Marathon Digital Holdings, Inc. (MARA) is currently trading at $11.10, notably below the MA-20 at $16.37, MA-50 at $17.76, and MA-200 at $15.79, which highlights prevailing short-, medium-, and long-term downside pressure. The strong price drop of 6.57% today places the stock near the session low, implying ongoing intraday volatility.
Highlights
- Marathon Digital reported third-quarter revenue of $252.41 million, slightly missing analyst expectations and posting a net margin of 85.02%.
- The company achieved 92% year-over-year revenue growth in the quarter and has commenced expansion into AI operations.
- During the second quarter, Foundations Investment Advisors LLC reduced its stake in Marathon Digital by 64.2%, while Geode Capital Management LLC and other institutions increased their holdings.

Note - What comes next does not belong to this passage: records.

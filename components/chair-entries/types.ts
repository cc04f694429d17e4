// The shapes the chair's entries island receives from /api/shows/[slug]/entries.
import type { PaymentState } from "@/lib/schemas/chair-entries";

export type ChairEntry = {
  id: string;
  entryNumber: number | null;
  title: string;
  entrantName: string;
  entrantEmail: string;
  widthUm: number;
  lengthUm: number;
  division: string;
  judged: boolean;
  categoryState: string;
  categoryCode: string | null;
  categoryName: string | null;
  status: string;
  paymentState: PaymentState;
  paymentReference: string;
  declaredValueCents: number;
  waitlisted: boolean;
  submittedAt: string | null;
  decisionReleasedAt: string | null;
};

export type ChairEntriesPage = {
  show: { slug: string; name: string; timeZone: string; juried: boolean; currency: string };
  /** The show's categories in its own order, for the filter. */
  categories: { id: string; code: string; name: string }[];
  total: number;
  limit: number;
  offset: number;
  entries: ChairEntry[];
};
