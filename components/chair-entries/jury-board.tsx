"use client";
// The jurying round: each quilt by its photos and its own facts only (no entrant, maker or
// quilter), with accept or decline (a reason is required) and the release of decisions.
import { useState, useTransition } from "react";
import { useRouter } from "next/navigation";
import { Ban, CircleCheck, ImageOff, Send } from "lucide-react";
import { ActionForm, FormStatusAlert, useActionForm, type FormStatus } from "@/components/forms/action-form";
import { EntryStatusBadge } from "@/components/entries/entry-status";
import { DIVISION_LABELS, QUILTING_METHOD_LABELS, labelOf } from "@/components/entries/labels";
import { Badge } from "@/components/ui/badge";
import { Button } from "@/components/ui/button";
import { TextareaField } from "@/components/ui/field";
import { declineEntriesSchema } from "@/lib/schemas/chair-entries";
import { formatSize } from "@/scoring/units";
import { acceptEntriesAction, declineEntriesAction, releaseDecisionsAction } from "@/app/(chair)/shows/[slug]/manage/entries/actions";

export type JuryEntry = {
  id: string;
  entryNumber: number | null;
  title: string;
  widthUm: number;
  lengthUm: number;
  techniques: string[];
  quiltingMethod: string;
  division: string;
  judged: boolean;
  status: string;
  decisionReason: string;
  decisionReleasedAt: Date | null;
  photos: { id: string; view: string }[];
};

type Props = { showSlug: string; entries: JuryEntry[]; progress: { total: number; decided: number; unreleased: number } };

const reasonSchema = declineEntriesSchema.pick({ reason: true });

export function JuryBoard({ showSlug, entries, progress }: Props) {
  const router = useRouter();
  const [status, setStatus] = useState<FormStatus>(null);
  const [releasing, startRelease] = useTransition();
  const release = () =>
    startRelease(async () => {
      const r = await releaseDecisionsAction(null, { showSlug });
      setStatus({ tone: r.ok ? "success" : "error", message: r.message ?? "Released." });
      router.refresh();
    });
  return (
    <div className="space-y-6">
      <section aria-labelledby="progress" className="space-y-3 rounded-card border border-line bg-paper-200 p-4">
        <h2 id="progress" className="text-lg font-semibold">
          {progress.decided} of {progress.total} decided
        </h2>
        <progress className="h-3 w-full accent-plum-600" max={Math.max(progress.total, 1)} value={progress.decided} aria-label="Entries decided" />
        <p className="text-ink-muted">
          {progress.unreleased === 0 ? "Every recorded decision has been sent." : `${progress.unreleased} ${progress.unreleased === 1 ? "decision is" : "decisions are"} recorded but not yet sent to the entrants.`}
        </p>
        <FormStatusAlert status={status} />
        <Button disabled={progress.unreleased === 0} pending={releasing} pendingLabel="Sending…" onClick={release} icon={<Send aria-hidden className="size-5" />}>
          Release decisions
        </Button>
      </section>
      <ul className="space-y-4">
        {entries.map((e) => (
          <JuryCard key={e.id} showSlug={showSlug} entry={e} onDone={() => router.refresh()} />
        ))}
      </ul>
    </div>
  );
}

function JuryCard({ showSlug, entry: e, onDone }: { showSlug: string; entry: JuryEntry; onDone: () => void }) {
  const [declining, setDeclining] = useState(false);
  const [status, setStatus] = useState<FormStatus>(null);
  const [accepting, startAccept] = useTransition();
  const ctl = useActionForm({
    schema: reasonSchema,
    defaultValues: { reason: e.decisionReason },
    action: (values) => declineEntriesAction(null, { ...values, showSlug, entryIds: [e.id] }),
    onSuccess: () => {
      setDeclining(false);
      onDone();
    },
  });
  const accept = () =>
    startAccept(async () => {
      const r = await acceptEntriesAction(null, { showSlug, entryIds: [e.id] });
      setStatus(r.ok ? null : { tone: "error", message: r.message });
      if (r.ok) onDone();
    });
  const headingId = `jury-${e.id}`;
  return (
    <li aria-labelledby={headingId} className="rounded-card border border-line bg-surface p-4 shadow-card sm:p-6">
      <div className="grid gap-4 md:grid-cols-[minmax(0,22rem)_1fr]">
        {e.photos.length ? (
          <div className="grid grid-cols-2 gap-2">
            {e.photos.map((p) => (
              // eslint-disable-next-line @next/next/no-img-element -- served by the authorised photo route, not a static asset
              <img key={p.id} src={`/api/photos/${p.id}/thumb`} alt={`${p.view} view of entry ${e.entryNumber ?? ""}`} loading="lazy" className="aspect-square w-full rounded-control border border-line bg-paper-200 object-cover" />
            ))}
          </div>
        ) : (
          <div className="flex aspect-[2/1] items-center justify-center gap-2 rounded-control bg-paper-200 text-ink-muted">
            <ImageOff aria-hidden className="size-6" /> No photos
          </div>
        )}
        <div className="space-y-3">
          <h3 id={headingId} className="text-xl">
            {e.entryNumber ? `No. ${e.entryNumber} · ` : ""}
            {e.title}
          </h3>
          <p>{formatSize(e.widthUm, e.lengthUm)}</p>
          <p className="text-ink-muted">
            {labelOf(DIVISION_LABELS, e.division)} · {e.judged ? "Judged" : "Display only"} · {labelOf(QUILTING_METHOD_LABELS, e.quiltingMethod)}
            {e.techniques.length ? ` · ${e.techniques.join(", ")}` : ""}
          </p>
          <div className="flex flex-wrap items-center gap-2">
            <EntryStatusBadge status={e.status} />
            {(e.status === "accepted" || e.status === "declined") && !e.decisionReleasedAt ? <Badge tone="warning">Not sent yet</Badge> : null}
          </div>
          {e.status === "declined" && e.decisionReason ? <p className="text-sm">Reason: {e.decisionReason}</p> : null}
          <FormStatusAlert status={status} />
          <div className="flex flex-wrap gap-3">
            <Button disabled={e.status === "accepted"} pending={accepting} pendingLabel="Accepting…" onClick={accept} icon={<CircleCheck aria-hidden className="size-5" />}>
              Accept
            </Button>
            <Button variant="secondary" aria-expanded={declining} onClick={() => setDeclining(!declining)} icon={<Ban aria-hidden className="size-5" />}>
              Decline…
            </Button>
          </div>
          {declining ? (
            <ActionForm controller={ctl} aria-label={`Decline entry ${e.entryNumber ?? e.title}`}>
              <TextareaField label="Reason for declining" hint="The entrant reads this when you release decisions." required error={ctl.errorOf("reason")} {...ctl.form.register("reason")} />
              <Button type="submit" variant="danger" pending={ctl.pending} pendingLabel="Declining…">
                Decline
              </Button>
            </ActionForm>
          ) : null}
        </div>
      </div>
    </li>
  );
}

Revenue beat offset by margin dip and shifting institutional stakes
Marathon Digital reported third-quarter revenue of $252.41 million, slightly below analyst expectations, along with a net margin of 85.02% and a negative return on equity of 2.11%. The company achieved 92% year-over-year revenue growth in the quarter and has begun expanding into AI operations. During the second quarter, Foundations Investment Advisors LLC reduced its stake by 64.2%, while Geode Capital Management LLC and other institutions increased their holdings.

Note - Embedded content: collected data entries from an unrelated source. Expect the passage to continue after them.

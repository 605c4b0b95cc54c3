"""Outside check: surfaces read from real source files agree with the running interpreter.

Reference: the `inspect` module (`inspect.signature`, `inspect.isfunction`) and the Python
Language Reference, "The import statement" (what `from M import *` binds: `__all__` when it is
defined, else every name in the module's namespace that does not begin with an underscore).
The modules are imported here, in the test, only to compute the reference; the surface itself
is built from their source text. Nothing is stored: every expectation is computed on the spot.
"""

from __future__ import annotations

import importlib
import importlib.util
import inspect
from functools import lru_cache
from pathlib import Path

import pytest

from impactscope.surface import Surface, build_surface

STDLIB = ["json", "textwrap", "shlex", "fractions", "difflib", "string", "calendar", "statistics"]
PACKAGING = ["packaging.version", "packaging.specifiers", "packaging.requirements", "packaging.markers", "packaging.utils"]

_KINDS = {
    inspect.Parameter.POSITIONAL_ONLY: "positional-only",
    inspect.Parameter.POSITIONAL_OR_KEYWORD: "positional-or-keyword",
    inspect.Parameter.VAR_POSITIONAL: "var-positional",
    inspect.Parameter.KEYWORD_ONLY: "keyword-only",
    inspect.Parameter.VAR_KEYWORD: "var-keyword",
}


@lru_cache(maxsize=None)
def surface_of(top: str) -> Surface:
    """The surface of a top-level module or package, read from the file the import system would load."""
    spec = importlib.util.find_spec(top)
    assert spec is not None and spec.origin is not None
    origin = Path(spec.origin)
    source = origin.parent if spec.submodule_search_locations else origin
    return build_surface(source, top)


def reference_names(module) -> tuple[str, ...]:
    if hasattr(module, "__all__"):
        return tuple(module.__all__)
    return tuple(n for n in dir(module) if not n.startswith("_"))


def runtime_signature(func, drop_first: bool) -> list[tuple[str, str, bool]]:
    params = list(inspect.signature(func).parameters.values())
    if drop_first:
        params = params[1:]
    return [(p.name, _KINDS[p.kind], p.default is not inspect.Parameter.empty) for p in params]


def static_signature(surface: Surface, dotted: str) -> list[tuple[str, str, bool]] | None:
    params = surface.parameters(dotted)
    return None if params is None else [(p.name, p.kind, p.default is not None) for p in params]


def callables(module, surface_name: str):
    """(dotted name, runtime function, drop self/cls) for public functions and methods defined in the module."""
    for name in reference_names(module):
        obj = getattr(module, name, None)
        if inspect.isfunction(obj):
            yield f"{surface_name}.{name}", obj, False
        elif inspect.isclass(obj) and obj.__module__ == module.__name__:
            for attr, raw in vars(obj).items():
                if attr.startswith("_"):
                    continue
                if isinstance(raw, staticmethod) and inspect.isfunction(raw.__func__):
                    yield f"{surface_name}.{name}.{attr}", raw.__func__, False
                elif isinstance(raw, classmethod) and inspect.isfunction(raw.__func__):
                    yield f"{surface_name}.{name}.{attr}", raw.__func__, True
                elif inspect.isfunction(raw):
                    yield f"{surface_name}.{name}.{attr}", raw, True


@pytest.mark.parametrize("name", STDLIB + PACKAGING)
def test_public_names_match_the_running_module(name):
    module = importlib.import_module(name)
    surface = surface_of(name.partition(".")[0])
    expected = reference_names(module)
    if hasattr(module, "__all__"):
        assert surface.star_names(name) == expected
    else:
        assert set(expected) <= set(surface.star_names(name) or ())
    for attr in expected:
        obj = getattr(module, attr)
        member = surface.member(f"{name}.{attr}")
        assert member is not None, f"{name}.{attr} is not in the surface"
        if inspect.isclass(obj):
            assert member.kind == "class", f"{name}.{attr}"
        elif inspect.isfunction(obj):
            assert member.kind in ("function", "method", "staticmethod", "classmethod"), f"{name}.{attr}"


@pytest.mark.parametrize("name", STDLIB + PACKAGING)
def test_signatures_match_inspect(name):
    module = importlib.import_module(name)
    surface = surface_of(name.partition(".")[0])
    for dotted, func, drop_first in callables(module, name):
        assert static_signature(surface, dotted) == runtime_signature(func, drop_first), dotted


def test_the_signature_check_is_not_vacuous():
    found = [d for name in STDLIB + PACKAGING for d, _, _ in callables(importlib.import_module(name), name)]
    assert len(found) >= 100  # 150 functions and methods on CPython 3.11 with packaging 26


@pytest.mark.parametrize("name", STDLIB + PACKAGING)
def test_classes_construct_with_their_init(name):
    # inspect.signature(cls) reads the user-defined __init__ / __new__ found through the MRO.
    module = importlib.import_module(name)
    surface = surface_of(name.partition(".")[0])
    for attr in reference_names(module):
        cls = getattr(module, attr)
        if not (inspect.isclass(cls) and cls.__module__.partition(".")[0] == name.partition(".")[0]):
            continue
        defining = [k for k in cls.__mro__ if "__init__" in vars(k) or "__new__" in vars(k)]
        if not defining or not all(inspect.isfunction(vars(defining[0]).get(m, lambda: 0)) or
                                   isinstance(vars(defining[0]).get(m), staticmethod)
                                   for m in ("__init__", "__new__") if m in vars(defining[0])):
            continue  # a builtin or C constructor: no source to compare with
        if getattr(type(cls), "__call__", type.__call__) is not type.__call__:
            continue  # a metaclass __call__ (enum) decides the signature
        try:
            expected = [(p.name, _KINDS[p.kind], p.default is not inspect.Parameter.empty)
                        for p in inspect.signature(cls).parameters.values()]
        except ValueError:
            continue
        assert static_signature(surface, f"{name}.{attr}") == expected, f"{name}.{attr}"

Bearish momentum dominates as technical signals flag deep oversold
Momentum signals are negative, with both the MACD and ADX indicating ongoing bearish sentiment. The RSI, Stoch RSI, and CCI all reflect oversold conditions, suggesting the market is stretched to the downside. Bull/Bear Power (BBP) is deeply in oversold territory, confirming sellers are dominating intraday momentum. The closest dynamic resistance is the Ichimoku Kijun at $17.27, while the $11.00 area and the HMA at $10.98 may serve as initial support. While most momentum indicators align to confirm the bearish move, the oversold readings in oscillators warn of a possible short-term pause or bounce.
Previously it was noted that the company announced a strategic shift through the acquisition of Exaion, signaling diversification into AI infrastructure. The report highlighted that the uptrend faces short-term loss in strength as volatility diverges.